Les relations contractuelles des parties étaient soumises à la convention collective des pharmacies d'officine.
A la suite de la convocation en entretien préalable le 29 mars 2021 pour le 09 avril 2021, le licenciement pour motif économique a été notifié à la salariée le 06 mai 2021.
Par requête du 02 septembre 2021, Mme [V] a saisi le conseil de prud'hommes de Rouen en contestation du licenciement.
Par jugement du 26 mars 2024, le conseil de prud'hommes a :
- jugé que le licenciement économique est justifié et repose sur une cause réelle et sérieuse
- jugé que Mme [J] et la société Pharmacie du 14 Juillet n'ont commis aucune fraude aux dispositions de l'article L.1224-1 du code du travail
- condamné Mme [J] à verser à Mme [V] les sommes suivantes :
rappel d'indemnité de licenciement : 687,03 euros
indemnité en application de l'article 700 du code de procédure civile : 500 euros
- débouté Mme [V] de ses autres demandes
- dit qu'il n'y a pas lieu à exécution autre que celle de droit
- débouté Mme [V] de ses autres demandes
- débouté la société Pharmacie du 14 Juillet de ses autres demandes
- condamné Mme [J] aux dépens de l'instance.
Le 25 avril 2024, Mme [V] a interjeté appel de ce jugement.

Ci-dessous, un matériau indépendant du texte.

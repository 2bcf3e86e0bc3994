"""Bright tiles: far below the threshold of a transient, far above the mean of noise.

A disturbance that spreads over many tiles may leave no loud one, but it leaves many
bright ones beside each other. Only the coarse tiles of every second row are looked at:
a row's coarse tiles hold all of its energy, and rows lie a standard deviation apart.
"""

from __future__ import annotations

from dataclasses import dataclass, fields

import numpy as np
from numba import njit

from dq.tiles.kernels import CHUNK, _energy
from dq.tiles.plan import TilePlan


@dataclass(frozen=True)
class BrightRuns:
    """Runs of bright coarse tiles of one row, one array element each.

    Attributes
    ----------
    item, row : ndarray of int
        Which transform and which row of the plan.
    first, last, peak : ndarray of int
        First, last and brightest coarse tile of the run.
    count : ndarray of int
        Bright tiles in it; there may be darker ones between them.
    total, energy : ndarray of float
        Normalised energy (mean 1 in noise) summed over the bright tiles, and of the
        brightest.
    """

    item: np.ndarray
    row: np.ndarray
    first: np.ndarray
    last: np.ndarray
    peak: np.ndarray
    count: np.ndarray
    total: np.ndarray
    energy: np.ndarray

    def __len__(self) -> int:
        return len(self.item)

    def take(self, index: np.ndarray) -> BrightRuns:
        """Give the runs at an index or mask."""
        return BrightRuns(*(getattr(self, f.name)[index] for f in fields(self)))

    @staticmethod
    def of(places: np.ndarray, row: np.ndarray, sums: np.ndarray) -> BrightRuns:
        """Put together what :func:`find_bright` gave."""
        item, first, last, peak, count = places.T
        return BrightRuns(item, row, first, last, peak, count, *sums.T.astype(float))

    @staticmethod
    def none() -> BrightRuns:
        """Give no runs."""
        whole, real = np.zeros(0, dtype=np.int64), np.zeros(0)
        return BrightRuns(*(whole,) * 6, real, real)


def second_rows(plan: TilePlan) -> np.ndarray:
    """Say which rows of a plan are looked at: every second one of each plane.

    Returns
    -------
    ndarray of bool, shape (n_rows,)
    """
    first = np.searchsorted(plan.plane, plan.plane)
    return (np.arange(len(plan.q)) - first) % 2 == 0


@njit(cache=True, nogil=True)
def find_bright(x, maxima, low, high, bound, gap, places, sums):
    """Find the runs of bright coarse tiles in one row of each item.

    Parameters
    ----------
    x : ndarray of float32, shape (n_items, 2 * n_coarse)
        Coarse coefficients, real and imaginary parts in turn.
    maxima : ndarray of float32
        Of ``kernels.chunk_maxima``.
    low, high : ndarray of int64, shape (n_items,)
        Coarse tiles ``[low, high)`` of each item are looked at.
    bound : ndarray of float32, shape (n_items,)
        Squared modulus from which on a tile is bright.
    gap : int
        Bright tiles this far apart still belong to one run.
    places : ndarray of int64, shape (capacity, 5)
        Out: item, first, last, brightest tile and number of bright tiles.
    sums : ndarray of float32, shape (capacity, 2)
        Out: squared moduli summed over the bright tiles, and the largest.

    Returns
    -------
    int
        Number of runs; those beyond the capacity were not stored.
    """
    found = -1
    capacity = places.shape[0]
    for item in range(x.shape[0]):
        row, least = x[item], bound[item]
        last = low[item] - gap - 1
        for chunk in range(low[item] // CHUNK, -(-high[item] // CHUNK)):
            if maxima[item, chunk] < least:
                continue
            start, stop = chunk * CHUNK, (chunk + 1) * CHUNK
            for k in range(max(start, low[item]), min(stop, high[item])):
                energy = _energy(row, k)
                if energy < least:
                    continue
                if k - last > gap:
                    found += 1
                    if found < capacity:
                        places[found, 0], places[found, 1] = item, k
                        places[found, 4] = 0
                        sums[found, 0] = sums[found, 1] = np.float32(0.0)
                last = k
                if found < capacity:
                    places[found, 2] = k
                    places[found, 4] += 1
                    sums[found, 0] += energy
                    if energy > sums[found, 1]:
                        sums[found, 1], places[found, 3] = energy, k
    return found + 1
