"""The plan's tiles as a picture: at each time and frequency the loudest of all planes.

Every tile falls into the pixels that its place in the plan covers, in time its own
spacing and in frequency its row's share of the plane, and a pixel keeps the loudest
one. No tile is lost, however coarse the pixels: the picture's maxima are the tiles'.
"""

from __future__ import annotations

from dataclasses import dataclass

import numpy as np

from dq.errors import PlanError
from dq.tiles.plan import TilePlan
from dq.tiles.transform import row_coefficients


@dataclass(frozen=True)
class EnergyMap:
    """Normalised tile energies on pixels of time and log frequency.

    Attributes
    ----------
    time_s : ndarray, shape (n_times + 1,)
        Edges of the pixels, s after a reference.
    frequency : ndarray, shape (n_frequencies + 1,)
        Edges of the pixels, Hz, evenly spaced in the logarithm.
    energy : ndarray of float32, shape (n_frequencies, n_times)
        Loudest tile, energy over its mean in noise; NaN where no tile was judged.
    """

    time_s: np.ndarray
    frequency: np.ndarray
    energy: np.ndarray


def row_edges(plan: TilePlan) -> tuple[np.ndarray, np.ndarray]:
    """Give the band that each row stands for in its plane.

    Returns
    -------
    low, high : ndarray, shape (n_rows,)
        Hz, half-way (geometrically) to the neighbouring rows.
    """
    low, high = np.empty(len(plan.q)), np.empty(len(plan.q))
    for plane in np.unique(plan.plane):
        rows = np.flatnonzero(plan.plane == plane)
        f = plan.frequency[rows]
        # rows of a plane have one ratio; a single row stands for its own width
        half = np.sqrt(f[1] / f[0]) if len(f) > 1 else 1.0 + 1.0 / plan.q[rows[0]]
        low[rows], high[rows] = f / half, f * half
    return low, high


def empty_map(
    plan: TilePlan,
    *,
    start_s: float,
    end_s: float,
    n_times: int = 720,
    n_frequencies: int = 320,
) -> EnergyMap:
    """Give a map over the plan's band with nothing in it yet.

    Parameters
    ----------
    plan : TilePlan
    start_s, end_s : float
        Range of the map, s after a reference.
    n_times, n_frequencies : int
        Pixels.

    Returns
    -------
    EnergyMap

    Raises
    ------
    PlanError
        The range is empty.
    """
    if not end_s > start_s:
        raise PlanError(
            f"a map from {start_s:g} s to {end_s:g} s is empty; its end must lie "
            "after its start"
        )
    low, high = row_edges(plan)
    return EnergyMap(
        np.linspace(start_s, end_s, n_times + 1),
        np.geomspace(low.min(), high.max(), n_frequencies + 1),
        np.full((n_frequencies, n_times), np.nan, dtype=np.float32),
    )


def add_tiles(
    picture: EnergyMap,
    spectrum: np.ndarray,
    plan: TilePlan,
    *,
    level: np.ndarray,
    origin_s: float,
    low_s: float,
    high_s: float,
) -> None:
    """Add the tiles of one transform to a map, in place.

    Parameters
    ----------
    picture : EnergyMap
    spectrum : ndarray of complex64, shape (n_bins,)
        Whitened.
    plan : TilePlan
    level : ndarray, shape (n_rows,)
        Mean energy of each row in noise.
    origin_s : float
        Time of the transform's first sample, s after the map's reference.
    low_s, high_s : float
        Tiles centred in ``[low_s, high_s)`` count, s after the map's reference.
    """
    edges = picture.time_s
    low_s, high_s = max(low_s, edges[0]), min(high_s, edges[-1])
    width = (edges[-1] - edges[0]) / (len(edges) - 1)
    middles = 0.5 * (edges[1:] + edges[:-1])
    seen = (middles >= low_s) & (middles < high_s)
    row_low, row_high = row_edges(plan)
    n_frequencies = len(picture.frequency) - 1
    bottom = np.searchsorted(picture.frequency, row_low * (1 + 1e-9), "right") - 1
    top = np.searchsorted(picture.frequency, row_high * (1 - 1e-9), "left")
    bottom = np.clip(bottom, 0, n_frequencies - 1)
    for row in range(len(plan.q)):
        x = row_coefficients(spectrum[None, :], plan, row)[0]
        energy = (np.square(x.real) + np.square(x.imag)) / np.float32(level[row])
        spacing = plan.length_s / len(energy)
        line = np.full(len(middles), np.nan, dtype=np.float32)
        nearest = np.rint((middles[seen] - origin_s) / spacing).astype(np.int64)
        line[seen] = energy[np.clip(nearest, 0, len(energy) - 1)]
        first = max(int(np.ceil((low_s - origin_s) / spacing - 1e-9)), 0)
        last = min(int(np.ceil((high_s - origin_s) / spacing - 1e-9)), len(energy))
        inside = np.arange(first, last)
        column = ((origin_s + inside * spacing - edges[0]) / width).astype(np.int64)
        column = np.clip(column, 0, len(line) - 1)
        line[column] = np.fmax(line[column], 0.0)
        np.maximum.at(line, column, energy[first:last])
        part = picture.energy[bottom[row] : top[row]]
        np.fmax(part, line, out=part)
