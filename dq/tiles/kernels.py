"""Compiled inner loops: one pass over a row's coefficients, no tile visited twice.

The slow twins of these loops are in ``tests/tiles``.
"""

from __future__ import annotations

import numpy as np
from numba import njit

#: Coefficients looked at together; a chunk without a tile worth a closer look (eleven
#: of twelve in noise) costs only its share of one vectorised pass.
CHUNK = 16


@njit(cache=True, fastmath=True, nogil=True)
def fill_window(start, step, scale, out):
    """Fill ``out`` with scale (1 - x^2)^2 at x = start, start + step, ...; |x| < 1."""
    for k in range(out.shape[0]):
        x = start + step * k
        rest = max(1.0 - x * x, 0.0)
        out[k] = scale * rest * rest


@njit(cache=True, fastmath=True, nogil=True)
def apply_window(spectra, first, window, out):
    """Put a row's part of each spectrum under its window, its middle at zero frequency.

    Parameters
    ----------
    spectra : ndarray of float32, shape (n_items, 2 * n_bins)
        Real and imaginary parts in turn.
    first : int
        First bin of the window.
    window : ndarray of float32, shape (width,)
    out : ndarray of float32, shape (n_items, 2 * n_tiles)
        Zero between the two halves of the window.
    """
    width = window.shape[0]
    middle = width // 2
    tail = out.shape[1] - 2 * middle
    for item in range(spectra.shape[0]):
        lower, upper = spectra[item, 2 * first :], spectra[item, 2 * (first + middle) :]
        end = out[item, tail:]
        for k in range(middle):
            end[2 * k] = lower[2 * k] * window[k]
            end[2 * k + 1] = lower[2 * k + 1] * window[k]
        start = out[item]
        for k in range(width - middle):
            start[2 * k] = upper[2 * k] * window[middle + k]
            start[2 * k + 1] = upper[2 * k + 1] * window[middle + k]
        out[item, 2 * (width - middle) : tail] = 0.0


@njit(cache=True, fastmath=True, nogil=True)
def chunk_maxima(x, maxima):
    """Find the largest squared modulus of each chunk; reassociation is harmless here.

    Parameters
    ----------
    x : ndarray of float32, shape (n_items, 2 * n_coarse)
        Coarse coefficients, real and imaginary parts in turn.
    maxima : ndarray of float32, shape (n_items, at least ceil(n_coarse / CHUNK))
        Out.
    """
    n_coarse = x.shape[1] // 2
    whole = n_coarse // CHUNK
    for item in range(x.shape[0]):
        row = x[item]
        for chunk in range(whole):
            part = row[2 * CHUNK * chunk : 2 * CHUNK * (chunk + 1)]
            largest = np.float32(0.0)
            for k in range(CHUNK):
                energy = part[2 * k] * part[2 * k] + part[2 * k + 1] * part[2 * k + 1]
                largest = max(largest, energy)
            maxima[item, chunk] = largest
        if whole * CHUNK < n_coarse:
            largest = np.float32(0.0)
            for k in range(whole * CHUNK, n_coarse):
                largest = max(largest, row[2 * k] ** 2 + row[2 * k + 1] ** 2)
            maxima[item, whole] = largest


@njit(cache=True, nogil=True)
def _energy(x: np.ndarray, k: int) -> np.float32:
    return x[2 * k] * x[2 * k] + x[2 * k + 1] * x[2 * k + 1]


@njit(cache=True, nogil=True)
def _midpoint(x: np.ndarray, k: int, weights: np.ndarray) -> np.float32:
    """Energy half-way between tiles ``k`` and ``k + 1`` of a periodic row."""
    n_tiles = x.shape[0] // 2
    reach = weights.shape[0] // 2
    real, imaginary = np.float32(0.0), np.float32(0.0)
    for j in range(weights.shape[0]):
        at = (k - reach + 1 + j) % n_tiles
        real += weights[j] * x[2 * at]
        imaginary += weights[j] * x[2 * at + 1]
    return real * real + imaginary * imaginary


@njit(cache=True, nogil=True)
def _fine_energy(x: np.ndarray, fine: int, weights: np.ndarray) -> np.float32:
    """Energy of a fine tile: even ones are coarse, odd ones lie half-way."""
    n_tiles = x.shape[0] // 2
    k = (fine // 2) % n_tiles
    if fine % 2:
        return _midpoint(x, k, weights)
    return _energy(x, k)


@njit(cache=True, nogil=True)
def _put(places, energies, at, run, sums, row, weights):
    """Store one run where there is room: its item, first, last, peak and energies."""
    if at >= places.shape[0]:
        return
    for i in range(4):
        places[at, i] = run[i]
    energies[at, 0], energies[at, 3] = sums
    energies[at, 1] = _fine_energy(row, run[3] - 1, weights)
    energies[at, 2] = _fine_energy(row, run[3] + 1, weights)


@njit(cache=True, nogil=True)
def _runs_in_row(row, peaks, item, within, bounds, weights, places, energies, found):
    """Find the runs of one item; see :func:`find_runs`. Gives the new number found."""
    n_coarse = row.shape[0] // 2
    low, high = within
    bound, screen = bounds
    run = (item, 0, 0, 0)
    loudest, total = np.float32(0.0), np.float32(0.0)
    open_run = False
    start, end = low // 2, (high + 1) // 2
    while start < end:
        chunk = start // CHUNK
        stop = min((chunk + 1) * CHUNK, end)
        # the tile after the chunk decides about the mid-point before it
        after = _energy(row, stop if stop < n_coarse else 0)
        if not open_run and max(peaks[chunk], after) < screen:
            start = stop
            continue
        energy = _energy(row, start)
        for k in range(start, stop):
            following = _energy(row, k + 1) if k + 1 < stop else after
            between = np.float32(0.0)
            if energy >= screen or following >= screen:
                between = _midpoint(row, k, weights)
            for fine in range(2 * k, 2 * k + 2):
                value = between if fine % 2 else energy
                if value >= bound and low <= fine < high:
                    if not open_run:
                        open_run, run = True, (item, fine, fine, fine)
                        loudest, total = value, np.float32(0.0)
                    total += value
                    peak = fine if value > loudest else run[3]
                    loudest = max(loudest, value)
                    run = (item, run[1], fine, peak)
                elif open_run:
                    open_run = False
                    _put(places, energies, found, run, (loudest, total), row, weights)
                    found += 1
            energy = following
        start = stop
    if open_run:
        _put(places, energies, found, run, (loudest, total), row, weights)
        found += 1
    return found


@njit(cache=True, nogil=True)
def find_runs(x, maxima, low, high, threshold, screening, weights, places, energies):
    """Find runs of consecutive fine tiles above threshold in one row of each item.

    Parameters
    ----------
    x : ndarray of float32, shape (n_items, 2 * n_coarse)
        Coarse coefficients, real and imaginary parts in turn.
    maxima : ndarray of float32
        Of :func:`chunk_maxima`.
    low, high : ndarray of int64, shape (n_items,)
        Fine tiles ``[low, high)`` of each item are looked at.
    threshold, screening : ndarray of float32, shape (n_items,)
        Squared modulus from which on a tile counts, and from which on a coarse tile
        has the tiles on either side computed.
    weights : ndarray of float32
        Of the interpolation (``midpoints``).
    places : ndarray of int64, shape (capacity, 4)
        Out: item, first tile, last tile, loudest tile of each run.
    energies : ndarray of float32, shape (capacity, 4)
        Out: squared modulus at the loudest tile, at the tile before and after it, and
        the sum over the run.

    Returns
    -------
    int
        Number of runs found; when it exceeds the capacity the rest was not stored and
        the caller must come again with more room.
    """
    found = 0
    for item in range(x.shape[0]):
        found = _runs_in_row(
            x[item],
            maxima[item],
            item,
            (low[item], high[item]),
            (threshold[item], min(screening[item], threshold[item])),
            weights,
            places,
            energies,
            found,
        )
    return found


@njit(cache=True, nogil=True)
def single_tile(spectrum, samples, sample_rate, time_s, frequency, q):
    """Evaluate one tile anywhere, by direct summation over its window's bins.

    Parameters
    ----------
    spectrum : ndarray of complex64, shape (n_bins,)
        Whitened spectrum of one transform of ``samples`` samples.
    time_s : float
        Centre of the tile after the transform's first sample, s.
    frequency, q : float
        Hz and dimensionless.

    Returns
    -------
    complex
        Coefficient whose squared modulus has mean 1 in white noise.
    """
    length = samples / sample_rate
    half_width = np.sqrt(11.0) * frequency / q
    first = max(int(np.floor((frequency - half_width) * length)) + 1, 1)
    last = min(int(np.ceil((frequency + half_width) * length)), spectrum.shape[0])
    step = 2.0 * np.pi * time_s / length
    turn = complex(np.cos(step), np.sin(step))
    # the phase is taken relative to the tile's own frequency: it is the signal's phase
    # carried back to the transform's first sample
    phase = step * (first - frequency * length)
    factor = complex(np.cos(phase), np.sin(phase))
    total, norm = 0.0j, 0.0
    for k in range(first, last):
        offset = (k / length - frequency) / half_width
        weight = (1.0 - offset * offset) ** 2
        norm += weight * weight
        total += weight * factor * complex(spectrum[k])
        factor *= turn
    if norm == 0.0:
        return 0.0j
    return total / np.sqrt(norm)
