"""From the loudest tile of the plan to the maximum beside it.

The plan's tiles lose up to the mismatch; the loudest one of a transient is therefore
moved over time, frequency and Q until its energy stops growing, by tiles computed
anywhere with direct sums. Near a maximum the log of the energy is a parabola along
each axis (``mismatch_metric``), so three points find its top.
"""

from __future__ import annotations

import numpy as np
from numba import njit

from dq.tiles.kernels import single_tile
from dq.tiles.plan import Q_MIN, TilePlan

#: First steps: in time in units of sigma_t, in ln f in units of 1 / Q, in ln Q. About
#: half the plan's spacing at mismatch 0.2; the second round halves them.
STEPS = (0.5, 0.5, 0.3)
ROUNDS = 2


@njit(cache=True, nogil=True)
def _energy_at(spectrum, samples, sample_rate, place, limits):
    """Energy of the tile at (time, ln f, ln Q); 0 outside the limits."""
    frequency, q = np.exp(place[1]), np.exp(place[2])
    inside = limits[0] <= frequency and limits[1] <= q <= limits[2]
    if not inside or frequency * (1.0 + limits[3] / q) > 0.5 * sample_rate:
        return 0.0
    tile = single_tile(spectrum, samples, sample_rate, place[0], frequency, q)
    return tile.real * tile.real + tile.imag * tile.imag


@njit(cache=True, nogil=True)
def climb(spectrum, samples, sample_rate, place, limits, steps, rounds):
    """Move a tile to the maximum beside it.

    Parameters
    ----------
    spectrum : ndarray of complex64, shape (n_bins,)
        Whitened spectrum of one transform.
    samples : int
    sample_rate : float
        Hz.
    place : ndarray, shape (3,)
        Time after the first sample (s), ln of frequency, ln of Q; moved in place.
    limits : tuple of float
        Lowest frequency, lowest and highest Q, and the window's half-width sqrt(11).
    steps : ndarray, shape (3,)
        First steps along the axes.
    rounds : int

    Returns
    -------
    float
        Squared modulus of the tile at the new place, not below the old one's.
    """
    best = _energy_at(spectrum, samples, sample_rate, place, limits)
    trial = place.copy()
    for number in range(rounds):
        for axis in range(3):
            step = steps[axis] / 2.0**number
            around = np.zeros(2)
            for side in range(2):
                trial[:] = place
                trial[axis] += step * (2 * side - 1)
                around[side] = _energy_at(spectrum, samples, sample_rate, trial, limits)
            left = np.log(max(around[0], 1e-3))
            right = np.log(max(around[1], 1e-3))
            bend = left - 2.0 * np.log(max(best, 1e-3)) + right
            shift = np.sign(right - left)
            if bend < 0.0:
                shift = min(max(0.5 * (left - right) / bend, -1.0), 1.0)
            trial[:] = place
            trial[axis] += step * shift
            energy = _energy_at(spectrum, samples, sample_rate, trial, limits)
            if energy > best:
                best = energy
                place[:] = trial
    return best


def climb_from(
    spectrum: np.ndarray,
    plan: TilePlan,
    *,
    time_s: float,
    frequency: float,
    q: float,
    q_range: tuple[float, float],
) -> tuple[float, float, float, float]:
    """Move one tile of a plan to the maximum beside it.

    Parameters
    ----------
    spectrum : ndarray of complex64, shape (n_bins,)
    plan : TilePlan
    time_s : float
        After the transform's first sample, s.
    frequency, q : float
        Hz and dimensionless.
    q_range : tuple of float
        Lowest and highest Q.

    Returns
    -------
    energy, time_s, frequency, q : float
        Squared modulus, not normalised by the row's level, and the place.
    """
    place = np.array([time_s, np.log(frequency), np.log(q)])
    sigma_t = q / (4.0 * np.pi * frequency)
    steps = np.array([STEPS[0] * sigma_t, STEPS[1] / q, STEPS[2]])
    limits = (float(plan.frequency.min()), *q_range, Q_MIN)
    energy = climb(
        spectrum, plan.samples, plan.sample_rate, place, limits, steps, ROUNDS
    )
    return energy, place[0], float(np.exp(place[1])), float(np.exp(place[2]))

Par conclusions remises le 15 octobre 2024, auxquelles il est renvoyé pour plus ample exposé des moyens, Mme [V] demande à la cour de :
- confirmer le jugement déféré en ce qu'il a condamné l'employeur au paiement d'une somme de 687,03 euros à titre de rappel d'indemnité de licenciement outre celle de 500 euros sur le fondement de l'article 700 du code de procédure civile
- l'infirmer en ce qu'il a ditque le licenciement économique est justifié et repose sur une cause réelle et sérieuse, que Mme [J] et la société Pharmacie du 14 Juillet n'ont commis aucune fraude aux dispositions de l'article L1224-1 du code du travail et l'a déboutée de ses autres demandes
statuant à nouveau,
- dire et juger son licenciement sans effet et en tout état de cause sans cause réelle et sérieuse
- condamner in solidum Mme [J] et la société Pharmacie du 14 Juillet au paiement de :
dommages et intérêts pour licenciement sans cause réelle et sérieuse : 91 600 euros
indemnité en application de l'article 700 du code de procédure civile : 3 000 euros
- condamner l'employeur aux entiers dépens de l'instance.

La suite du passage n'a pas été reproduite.